Would you repeat exactly the part of the listing below that runs from the line containing "const step = 1 / bins;" down to the line containing "in order. */", inclusive, and nothing else?

**Data to use**
######

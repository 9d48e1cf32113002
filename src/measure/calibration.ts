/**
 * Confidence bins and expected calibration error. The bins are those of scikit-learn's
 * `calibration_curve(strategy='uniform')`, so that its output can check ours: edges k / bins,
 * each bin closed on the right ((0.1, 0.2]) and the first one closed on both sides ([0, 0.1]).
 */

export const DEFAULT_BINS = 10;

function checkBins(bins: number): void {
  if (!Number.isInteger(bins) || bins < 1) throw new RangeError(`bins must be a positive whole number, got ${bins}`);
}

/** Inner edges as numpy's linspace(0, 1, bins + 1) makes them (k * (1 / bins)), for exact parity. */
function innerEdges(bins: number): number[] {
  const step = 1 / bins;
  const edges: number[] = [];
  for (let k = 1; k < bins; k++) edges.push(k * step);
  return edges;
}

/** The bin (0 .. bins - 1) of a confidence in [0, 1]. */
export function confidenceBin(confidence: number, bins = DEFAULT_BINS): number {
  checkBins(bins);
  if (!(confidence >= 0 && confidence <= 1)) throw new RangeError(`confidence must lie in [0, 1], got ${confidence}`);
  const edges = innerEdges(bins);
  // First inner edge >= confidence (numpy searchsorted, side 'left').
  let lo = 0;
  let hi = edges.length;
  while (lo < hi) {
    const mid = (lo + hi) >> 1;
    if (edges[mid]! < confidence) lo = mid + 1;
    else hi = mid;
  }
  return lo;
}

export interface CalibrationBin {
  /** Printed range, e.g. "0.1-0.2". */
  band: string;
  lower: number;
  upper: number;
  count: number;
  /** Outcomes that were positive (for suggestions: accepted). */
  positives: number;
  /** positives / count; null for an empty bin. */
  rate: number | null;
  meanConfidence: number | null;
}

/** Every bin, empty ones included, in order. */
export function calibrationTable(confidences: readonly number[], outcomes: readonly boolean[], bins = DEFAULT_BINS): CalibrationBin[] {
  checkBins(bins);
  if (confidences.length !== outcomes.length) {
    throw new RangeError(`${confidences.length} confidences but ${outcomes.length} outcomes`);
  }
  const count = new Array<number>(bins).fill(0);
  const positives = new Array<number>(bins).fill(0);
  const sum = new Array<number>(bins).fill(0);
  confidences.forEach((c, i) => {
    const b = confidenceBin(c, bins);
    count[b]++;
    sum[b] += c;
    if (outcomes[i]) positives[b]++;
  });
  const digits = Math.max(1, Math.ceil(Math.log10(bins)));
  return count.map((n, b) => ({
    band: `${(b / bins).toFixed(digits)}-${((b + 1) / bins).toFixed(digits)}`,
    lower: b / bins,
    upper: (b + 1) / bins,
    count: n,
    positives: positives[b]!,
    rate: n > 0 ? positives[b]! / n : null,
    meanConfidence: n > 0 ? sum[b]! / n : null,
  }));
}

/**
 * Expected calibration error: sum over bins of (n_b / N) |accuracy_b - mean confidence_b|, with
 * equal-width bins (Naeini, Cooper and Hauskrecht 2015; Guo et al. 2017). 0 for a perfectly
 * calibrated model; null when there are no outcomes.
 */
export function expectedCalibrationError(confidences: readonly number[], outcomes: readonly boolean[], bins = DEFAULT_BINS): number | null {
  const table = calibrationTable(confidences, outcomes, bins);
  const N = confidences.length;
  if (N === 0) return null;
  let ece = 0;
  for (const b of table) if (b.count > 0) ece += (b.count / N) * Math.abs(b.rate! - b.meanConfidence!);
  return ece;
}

######

**Reply to the exercise**
  const step = 1 / bins;
  const edges: number[] = [];
  for (let k = 1; k < bins; k++) edges.push(k * step);
  return edges;
}

/** The bin (0 .. bins - 1) of a confidence in [0, 1]. */
export function confidenceBin(confidence: number, bins = DEFAULT_BINS): number {
  checkBins(bins);
  if (!(confidence >= 0 && confidence <= 1)) throw new RangeError(`confidence must lie in [0, 1], got ${confidence}`);
  const edges = innerEdges(bins);
  // First inner edge >= confidence (numpy searchsorted, side 'left').
  let lo = 0;
  let hi = edges.length;
  while (lo < hi) {
    const mid = (lo + hi) >> 1;
    if (edges[mid]! < confidence) lo = mid + 1;
    else hi = mid;
  }
  return lo;
}

export interface CalibrationBin {
  /** Printed range, e.g. "0.1-0.2". */
  band: string;
  lower: number;
  upper: number;
  count: number;
  /** Outcomes that were positive (for suggestions: accepted). */
  positives: number;
  /** positives / count; null for an empty bin. */
  rate: number | null;
  meanConfidence: number | null;
}

/** Every bin, empty ones included, in order. */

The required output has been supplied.